Thursday morning rat race spent battling traffic
Roads leading to most Commonwealth Games venues witnessed massive traffic snarls as the Met's three-day-old forecast of incessant rains in the capital in days to come materialised on Thursday morning. HT reports.delhi Updated: Aug 19, 2010 23:01 IST
Roads leading to most Commonwealth Games venues witnessed massive traffic snarls as the Met's three-day-old forecast of incessant rains in the capital in days to come materialised on Thursday morning.
"Due to water logging and ongoing construction work, traffic movement was extremely slow on various routes leading to Chhatrasal Stadium, Saket Sports Complex, I.G Stadium and Shivaji Stadium just to name a few," said a senior Delhi Traffic Police officer requesting anonymity.
Office goers had a harrowing time in reaching their destinations as vehicles inched along at some of the most major traffic intersections in the city including Azadpur, Hanuman Setu, M.B Road, Pusa Road, Ring Road and ITO during morning rush hour.

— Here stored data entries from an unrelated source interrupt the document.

/**
 * Event-table recipe: each event of the index, and for each bound carbon series the carbon change
 * over the event in Pg C — the integral of the rate's anomaly over the event's months, or the
 * inventory anomaly's change from start to end (see carbon-change.ts). Carbon anomalies use the
 * recipe's base period, climatology and detrend, but are neither standardized (they keep their
 * units) nor smoothed (the months are summed as measured).
 *
 * data: EventTableData (common/src/figure-kinds/event-table) — `carbonSeries` [{ seriesId, name, units, treatment }], `rows` [FigureEvent &
 * { carbon: { [seriesId]: Pg C | null } }].
 *
 * numbers:
 * - `events.count`, `events.warm.count`, `events.cold.count`
 * - per event (by its peak month) and carbon series: `event.<peak YYYY-MM>.<seriesId>.PgC` (Pg C)
 * - per event: `event.<peak YYYY-MM>.peakValue` (index units)
 * - the event of largest |peakValue|: `strongest.peakValue` (index units; its label names the
 *   peak month), `strongest.months`, and per carbon series `strongest.<seriesId>.PgC` (Pg C)
 */
import { seriesAnomaly } from '../figure-anomaly';
import { resolveEvents } from '../figure-events';
import { seriesAt } from '../series-input';
import { carbonChange, planCarbonChange } from '../carbon-change';
import { eventTableMethods, type FigureNumber } from '@upwell/common';
import { bindingAt, type FigureRecipeHandler } from './recipe';

/** The event-table recipe. */
export const eventTableRecipe: FigureRecipeHandler<'event-table'> = {
  kind: 'event-table',
  bindings: (r) => [bindingAt('index', r.index), ...r.carbon.map((b, i) => bindingAt(`carbon.${i}`, b))],
  compute(r, inputs) {
    const index = seriesAt(inputs, 'index');
    const carbon = r.carbon.map((_, i) => seriesAt(inputs, `carbon.${i}`));
    const ev = resolveEvents(r.events, index, r.anomaly, inputs.eventSet);
    const warnings = [...ev.warnings];
    const plans = carbon.map((c) => ({ c, plan: planCarbonChange(c.units), anom: seriesAnomaly(c, r.anomaly, ['standardize', 'smooth']) }));
    for (const p of plans) warnings.push(...p.anom.warnings.filter((w) => !warnings.includes(w)));
    const rows = ev.events.map((e) => {
      const cells: Record<string, number | null> = {};
      for (const { c, plan, anom } of plans) {
        const change = carbonChange(anom, c.units, plan, e);
        cells[c.seriesId] = change.value;
        if (change.warning) warnings.push(`${c.name}, event peaking ${e.peak}: ${change.warning}`);
      }
      return { ...e, carbon: cells };
    });
    const numbers: FigureNumber[] = [
      { key: 'events.count', label: 'Number of events', value: rows.length, units: 'events' },
      { key: 'events.warm.count', label: 'Number of warm events', value: rows.filter((e) => e.phase === 'warm').length, units: 'events' },
      { key: 'events.cold.count', label: 'Number of cold events', value: rows.filter((e) => e.phase === 'cold').length, units: 'events' },
    ];
    for (const e of rows) {
      numbers.push({ key: `event.${e.peak}.peakValue`, label: `Peak ${index.name} anomaly of the ${e.phase} event peaking ${e.peak}`, value: e.peakValue, units: index.units });
      for (const c of carbon) {
        numbers.push({ key: `event.${e.peak}.${c.seriesId}.PgC`, label: `Change of ${c.name} over the ${e.phase} event peaking ${e.peak}`, value: e.carbon[c.seriesId], units: 'Pg C' });
      }
    }
    const strongest = rows.reduce<(typeof rows)[number] | null>(
      (a, b) => (b.peakValue !== null && (a === null || Math.abs(b.peakValue) > Math.abs(a.peakValue!)) ? b : a),
      null,
    );
    const at = strongest ? ` (${strongest.phase}, peak ${strongest.peak})` : '';
    numbers.push(
      { key: 'strongest.peakValue', label: `Peak ${index.name} anomaly of the strongest event${at}`, value: strongest?.peakValue ?? null, units: index.units },
      { key: 'strongest.months', label: `Duration of the strongest event${at}`, value: strongest?.months ?? null, units: 'months' },
      ...carbon.map((c) => ({ key: `strongest.${c.seriesId}.PgC`, label: `Change of ${c.name} over the strongest event${at}`, value: strongest ? strongest.carbon[c.seriesId] : null, units: 'Pg C' })),
    );
    return {
      data: { carbonSeries: plans.map(({ c, plan }) => ({ seriesId: c.seriesId, name: c.name, units: c.units, treatment: plan.treatment })), rows },
      numbers,
      methods: eventTableMethods(r, index, carbon, ev.clause),
      cautions: [],
      warnings,
    };
  },
};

"It took me more than an hour to reach Azadpur from my house in Kamla Nagar," said Ankur Bansal (35), a software engineer who was en route his office at Netaji Subhash Place.
He said while half the carriageway was blocked by debris, water logging restricted vehicular movement on what was left of the stretch.
Even as vehicles jostled for space on the main carriageway, two-wheelers crawled at snail's pace in the service lanes adjacent to the IG Stadium.
"The red light at the Ambedkar Nagar intersection was turned off which delayed me by half an hour. I got stuck for another half hour at the Vikas Marg crossing. It took me another hour to move beyond the Games Village," said Ankush Batra (22), a student.
Commuters en route central Delhi from east and northeast Delhi had a similar tale to relate.
"The Akshardham flyover was choked during office time. At least vehicles were moving, even though at a snail's pace, when I reached central Delhi, but that was only after I was stuck for an hour each at the Akshardham and the I.P Estate crossings," said Shikha Tiwari (28), who works for a private bank on the Barakhamba Road.